AbsaOSS / ABRiS

Avro SerDe for Apache Spark structured APIs.
Apache License 2.0
229 stars 75 forks source link

How to handle deserialization issues in from_avro? #182

Closed nsanglar closed 3 years ago

nsanglar commented 3 years ago

Hello!

I am currently facing the following issue:

  1. We get avro records from a topic that we read with spark streaming (2.4.x)
  2. One of the avro record contains some malformed byte array (the type is bytes with logical type decimal)
  3. This makes the deserialization fail, and the job cannot commit the processed offset since it aborts.
  4. Upon restart, the job re-reads the faulty data and cannot go further

I would like to be able to ignore such cases where deserialization fails, but am struggling to find a nice solution. Would you have any idea?

cerveada commented 3 years ago

Hello, sorry right now there is no option in Abris to solve that. I created a ticket for it #183. For now the only option is to detect and replace/fix that row before Abris is called.

moyphilip commented 3 years ago

@nsanglar hey do you have a solution for your problem? I ran into a similar issue.

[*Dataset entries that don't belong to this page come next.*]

/**
 * Types of the building blocks (MATH.md §2 table; named forms are atoms whose type is
 * the one stated there, each confirmed by tests). Index and multiplier follow the
 * product rule: any product of thetas over a power of eta has weight
 * (#thetas − #etas)/2, index Σ aᵢ²/2 and D = 3·#thetas − #etas (MATH.md §3).
 */
import { type Rational, rat } from '../series/index.js';
import { type ModularType, scalarIndex, zeroIndex } from './modular-type.js';
import type { NamedFormName } from '../lang/ast.js';

/** ϑ(τ, ℓ·z): weight ½, index ℓᵀℓ/2, v_η³ (times the Heisenberg character of ℓ). */
export function thetaType(l: readonly number[]): ModularType {
  const index = l.map((x) => l.map((y) => rat(x * y, 2)));
  return { weight: rat(1, 2), index, etaPower: 3 };
}

export function etaType(n: number): ModularType {
  return { weight: rat(1, 2), index: zeroIndex(n), etaPower: 1 };
}

/** E_k: weight k, index 0, trivial multiplier (E_2 only quasi-modular). */
export function eisensteinType(k: number, n: number): ModularType {
  return { weight: rat(k), index: zeroIndex(n), etaPower: 0 };
}

/** E_{k,1}: weight k, index 1 (one variable). */
export function jacobiEisensteinType(k: number): ModularType {
  return { weight: rat(k), index: scalarIndex(rat(1)), etaPower: 0 };
}

interface NamedFormInfo {
  readonly weight: Rational;
  readonly index: Rational;
  readonly etaPower: number;
  /** Lowest q-exponent (exact: the q⁰/q¹ slices of MATH.md §2 are non-zero). */
  readonly valuation: Rational;
}

const NAMED: Readonly<Record<NamedFormName, NamedFormInfo>> = {
  'phi_{-2,1}': { weight: rat(-2), index: rat(1), etaPower: 0, valuation: rat(0) },
  'phi_{0,1}': { weight: rat(0), index: rat(1), etaPower: 0, valuation: rat(0) },
  'phi_{-1,2}': { weight: rat(-1), index: rat(2), etaPower: 0, valuation: rat(0) },
  'phi_{0,3/2}': { weight: rat(0), index: rat(3, 2), etaPower: 0, valuation: rat(0) },
  'phi_{10,1}': { weight: rat(10), index: rat(1), etaPower: 0, valuation: rat(1) },
  'phi_{12,1}': { weight: rat(12), index: rat(1), etaPower: 0, valuation: rat(1) },
};

export function namedFormType(name: NamedFormName): ModularType {
  const f = NAMED[name];
  return { weight: f.weight, index: scalarIndex(f.index), etaPower: f.etaPower };
}

export function namedFormValuation(name: NamedFormName): Rational {
  return NAMED[name].valuation;
}

/**
 * N = ℘̃(τ, a z)·ϑ(τ, a z)²: weight 3, index a², multiplier v_η⁶ (MATH.md §2, ℘̃ row:
 * ℘̃ has weight 2, index 0; ϑ(az)² has weight 1, index a², v_η⁶).
 */
export function wpNumeratorType(l: readonly number[]): ModularType {
  const index = l.map((x) => l.map((y) => rat(x * y)));
  return { weight: rat(3), index, etaPower: 6 };
}


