/**
 * The exact order function of a theta block η^{e₀}·Π ϑ(τ, a_i z)^{e_i} that is
 * holomorphic in z (MATH.md §6, after Gritsenko–Skoruppa–Zagier, *Theta blocks*, 2019):
 *   ord(x) = (e₀ + Σe_i)/24 + ½ Σ e_i B̄₂(a_i x),   B̄₂(x) = {x}² − {x} + 1/6.
 * The block is weak iff ord(0) ≥ 0, holomorphic iff min_{[0,1]} ord ≥ 0, and a cusp form
 * iff that minimum is > 0. ord is quadratic between the breakpoints j/a_i, so the
 * minimum is attained at a breakpoint or at the vertex of one of the pieces.
 */
import { type Rational, rat, radd, rsub, rmul, rdiv, rcmp, rfloor, rIsZero, toNumber } from '../series/index.js';
import type { ThetaFactor } from './divisor-rule.js';

function fractionalPart(x: Rational): Rational {
  return rsub(x, rat(toNumber(rfloor(x))));
}

export function bernoulliBar2(x: Rational): Rational {
  const f = fractionalPart(x);
  return radd(rsub(rmul(f, f), f), rat(1, 6));
}

export function thetaBlockOrder(e0: number, factors: readonly ThetaFactor[], x: Rational): Rational {
  let total = e0;
  let s = rat(0);
  for (const f of factors) {
    total += f.exponent;
    s = radd(s, rmul(rat(f.exponent), bernoulliBar2(rmul(rat(f.a), x))));
  }
  return radd(rat(total, 24), rmul(rat(1, 2), s));
}

/** Breakpoints j/a_i in [0, 1], sorted and distinct. */
function breakpoints(factors: readonly ThetaFactor[]): Rational[] {
  const out: Rational[] = [rat(0), rat(1)];
  for (const f of factors) for (let j = 1; j < f.a; j++) out.push(rat(j, f.a));
  out.sort(rcmp);
  return out.filter((x, i) => i === 0 || rcmp(x, out[i - 1]!) !== 0);
}

/** The vertex of the quadratic piece on (lo, hi), if it lies inside. */
function vertex(factors: readonly ThetaFactor[], lo: Rational, hi: Rational): Rational | null {
  const mid = rdiv(radd(lo, hi), rat(2));
  let num = rat(0);
  let den = rat(0);
  for (const f of factors) {
    const k = rat(toNumber(rfloor(rmul(rat(f.a), mid))));
    // d/dx of ½ e (a x − k)² − ½ e (a x − k) vanishes where Σ e a (a x − k) = ½ Σ e a.
    num = radd(num, radd(rmul(rat(f.exponent * f.a), k), rat(f.exponent * f.a, 2)));
    den = radd(den, rat(f.exponent * f.a * f.a));
  }
  if (rIsZero(den)) return null;
  const x = rdiv(num, den);
  return rcmp(x, lo) > 0 && rcmp(x, hi) < 0 ? x : null;
}

export function thetaBlockMinimumOrder(e0: number, factors: readonly ThetaFactor[]): Rational {
  const pts = breakpoints(factors);
  let best = thetaBlockOrder(e0, factors, pts[0]!);
  for (let i = 0; i < pts.length; i++) {
    const here = thetaBlockOrder(e0, factors, pts[i]!);
    if (rcmp(here, best) < 0) best = here;
    if (i + 1 < pts.length) {
      const v = vertex(factors, pts[i]!, pts[i + 1]!);
      if (v !== null) {
        const o = thetaBlockOrder(e0, factors, v);
        if (rcmp(o, best) < 0) best = o;
      }
    }
  }
  return best;
}

export type ThetaBlockClass = 'not weak' | 'weak' | 'holomorphic' | 'cusp';

export function thetaBlockClass(e0: number, factors: readonly ThetaFactor[]): ThetaBlockClass {
  if (rcmp(thetaBlockOrder(e0, factors, rat(0)), rat(0)) < 0) return 'not weak';
  const min = thetaBlockMinimumOrder(e0, factors);
  const s = rcmp(min, rat(0));
  return s < 0 ? 'weak' : s === 0 ? 'holomorphic' : 'cusp';
}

nsanglar commented 3 years ago

@moyphilip I currently have a fork of the project in which I apply a different logic here: https://github.com/AbsaOSS/ABRiS/blob/6520a91962708189b340c87b9dfa1c482f0d7480/src/main/scala/za/co/absa/abris/avro/sql/AvroDataToCatalyst.scala#L82

I just don't throw an exception but return an empty row and log some error. I guess this is quite specific to my use case, so I am not sure this would be appropriate to incoporate it upstream.

ScaddingJ commented 2 years ago

@nsanglar how did you manage to return an empty row in your use case? I have a reason to do the same in mine.